Vote to re-elect Jinhao Pang and Xu Zhao as Class I directors to serve until the 2028 annual meeting.
Ratify the Audit Committee’s selection of Audit Alliance LLP as the Company's independent registered public accounting firm for the fiscal year ending June 30, 2026.
Approve the Singularity Future Technology Ltd. 2026 Stock Incentive Plan, authorizing equity awards (options and stock grants) to employees, directors and consultants with a share reserve up to 15% of issued and outstanding shares.
This management proposal asks shareholders to approve the 2026 Stock Incentive Plan, a broad equity compensation program administered by the Compensation Committee that authorizes incentive stock options, nonqualified options and shares to employees, non-employee directors and consultants. Management seeks shareholder approval because the plan creates the legal authorization to issue equity-based awards and reserves shares (up to 15% of issued and outstanding common stock) that would otherwise require shareholder consent; the Board views these awards as tools to attract, retain, and motivate personnel critical to long-term growth. The Plan grants the Compensation Committee substantial discretion over award terms, vesting, transfer restrictions and change-of-control treatments, which provides flexibility but concentrates governance authority in the Committee. From a governance and investor-impact perspective, the principal trade-off is potential dilution from the reserve and the Committee’s broad authority versus the expected benefit of aligning executives’ incentives with shareholder value creation.
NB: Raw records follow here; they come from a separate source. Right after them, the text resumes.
"""The pencil: stiffness and mass as sums of named parts on one space."""

from __future__ import annotations

from collections.abc import Mapping
from dataclasses import dataclass, field, replace
from functools import cached_property, reduce
from operator import add
from typing import Any

import numpy as np

from membrane.errors import SolveError
from membrane.records.arrays import Floats, Ints
from membrane.records.mesh import Mesh
from membrane.records.pattern import Pattern

FEW = 4
"""Parts that are summed up one by one, each time going through all that is there."""

AT_REST = 1e-10
"""Forces on a constant shape, over the largest entry, below which they are rounding."""


@dataclass(frozen=True)
class Space:
    """Continuous piecewise polynomials on a mesh.

    degree : of the polynomials
    element_dofs : (n_local, n_triangles), ordered as ``membrane.triangle.nodes(degree)``
    locations : (2, n_dofs), metres
    free : (n_free,), the dofs that no fixed edge holds
    """

    mesh: Mesh
    degree: int
    element_dofs: Ints
    locations: Floats
    free: Ints

    @property
    def dofs(self) -> int:
        """How many dofs there are, held ones included."""
        return int(self.locations.shape[1])


@dataclass(frozen=True)
class Part:
    """A matrix on the free dofs and the study key that scales it.

    matrix : (n_free, n_free) sparse, symmetric, for the key at 1 SI unit
    """

    key: str
    scale: float
    matrix: Any


@dataclass(frozen=True)
class Pencil:
    """K = sum of stiffness parts, M = sum of mass parts; K u = lambda M u.

    pattern : of all parts, the stiffness first; a pencil at other numbers comes with it
    """

    space: Space
    stiffness: tuple[Part, ...]
    mass: tuple[Part, ...]
    moves_rigidly: bool
    pattern: Pattern | None = field(default=None, compare=False, repr=False)

    @cached_property
    def K(self) -> Any:
        """(n_free, n_free) CSC, N/m: symmetric, positive (semi)definite."""
        if self.pattern is None:
            return _combine(self.stiffness)
        return self.pattern.total((q, part.scale) for q, part in enumerate(self.stiffness))

    @cached_property
    def M(self) -> Any:
        """(n_free, n_free) CSC, kg: symmetric, positive definite."""
        if self.pattern is None:
            return _combine(self.mass)
        first = len(self.stiffness)
        return self.pattern.total((q, part.scale) for q, part in enumerate(self.mass, first))

    def shifted(self, shift: float) -> Any:
        """K - shift M, CSC; with the entries of K where M has the same ones."""
        from scipy.sparse import csc_array

        K, M = self.K, self.M
        same = np.array_equal(K.indptr, M.indptr) and np.array_equal(K.indices, M.indices)
        if not same:
            return K - shift * M
        return csc_array((K.data - shift * M.data, K.indices, K.indptr), shape=K.shape)

    @property
    def keys(self) -> frozenset[str]:
        """The study keys that scale a part."""
        return frozenset(part.key for part in (*self.stiffness, *self.mass))

    def at(self, numbers: Mapping[str, float]) -> Pencil:
        """The pencil with other numbers, SI, for some of its keys; nothing is assembled.

        The first call finds the parts' common pattern; after it, one costs a few sums.
        Raises SolveError for a key that scales no part.
        """
        unknown = sorted(set(numbers) - self.keys)
        if unknown:
            raise SolveError(f"no matrix of this head is scaled by {unknown[0]}; mesh it anew.")
        stiffness = _rescaled(self.stiffness, numbers)
        return replace(
            self,
            stiffness=stiffness,
            mass=_rescaled(self.mass, numbers),
            moves_rigidly=_rigid(self.space, stiffness),
            pattern=self._shared_pattern,
        )

    @cached_property
    def _shared_pattern(self) -> Pattern:
        return self.pattern or Pattern.of([p.matrix for p in (*self.stiffness, *self.mass)])


def _rescaled(parts: tuple[Part, ...], numbers: Mapping[str, float]) -> tuple[Part, ...]:
    return tuple(replace(part, scale=float(numbers.get(part.key, part.scale))) for part in parts)


def _rigid(space: Space, stiffness: tuple[Part, ...]) -> bool:
    """Whether a constant shape costs no energy."""
    if len(space.free) < space.dofs:
        return False
    return all(_balanced(part.matrix) for part in stiffness if part.scale > 0.0)


def _balanced(A: Any) -> bool:
    forces = np.abs(A @ np.ones(A.shape[0])).max(initial=0.0)
    return bool(forces <= AT_REST * np.abs(A.data).max(initial=0.0))


def _combine(parts: tuple[Part, ...]) -> Any:
    """The sum of all parts, at once where they are many: one by one they would take long."""
    from scipy.sparse import coo_array, csc_array

    first = parts[0].matrix
    if all(_alike(part.matrix, first) for part in parts):
        data = sum(part.scale * part.matrix.data for part in parts)
        return csc_array((data, first.indices, first.indptr), shape=first.shape)
    if len(parts) <= FEW:
        total = reduce(add, (part.scale * part.matrix.tocsc() for part in parts))
        return csc_array(total)
    entries = [coo_array(part.matrix) for part in parts]
    data = np.concatenate([p.scale * e.data for p, e in zip(parts, entries, strict=True)])
    rows, columns = (np.concatenate([e.coords[axis] for e in entries]) for axis in (0, 1))
    return csc_array((data, (rows, columns)), shape=parts[0].matrix.shape)


def _alike(A: Any, B: Any) -> bool:
    """Whether two symmetric matrices share one pattern, by rows or by columns."""
    return A.format in ("csr", "csc") and getattr(B, "indices", None) is A.indices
The Plan contains standard tax and administrative provisions, a ten-year term, and explicit mechanisms for amendment and termination, with Board-level limits on amendments that would require shareholder approval. The Company discloses customary tax consequences for option grants and stock awards, signaling that awards will follow conventional tax treatments and that recipients could face ordinary income recognition on vesting or exercise depending on award type and elections. The Board’s recommendation emphasizes the strategic rationale — incentivizing contributors to enhance firm value — while noting that precise award recipients and amounts are not determinable at present. A sophisticated evaluator should weigh the size of the proposed share reserve (15% of outstanding) relative to the company’s small base of outstanding shares and consider dilution, potential impact on EPS and voting power, and the governance controls (committee composition, transferability limits, and amendment provisions) that will shape how awards are used. Overall, the proposal is typical for a growth-stage company seeking flexibility to grant equity compensation, but investors should monitor future award schedules, vesting and repricing practices for dilution and alignment implications.
Authorize the Board to amend the Articles to effect a reverse stock split at a 1-for-5, 1-for-10, or 1-for-14 ratio with fractional shares rounded up, with the Board retaining discretion over the exact ratio and timing within one year of approval.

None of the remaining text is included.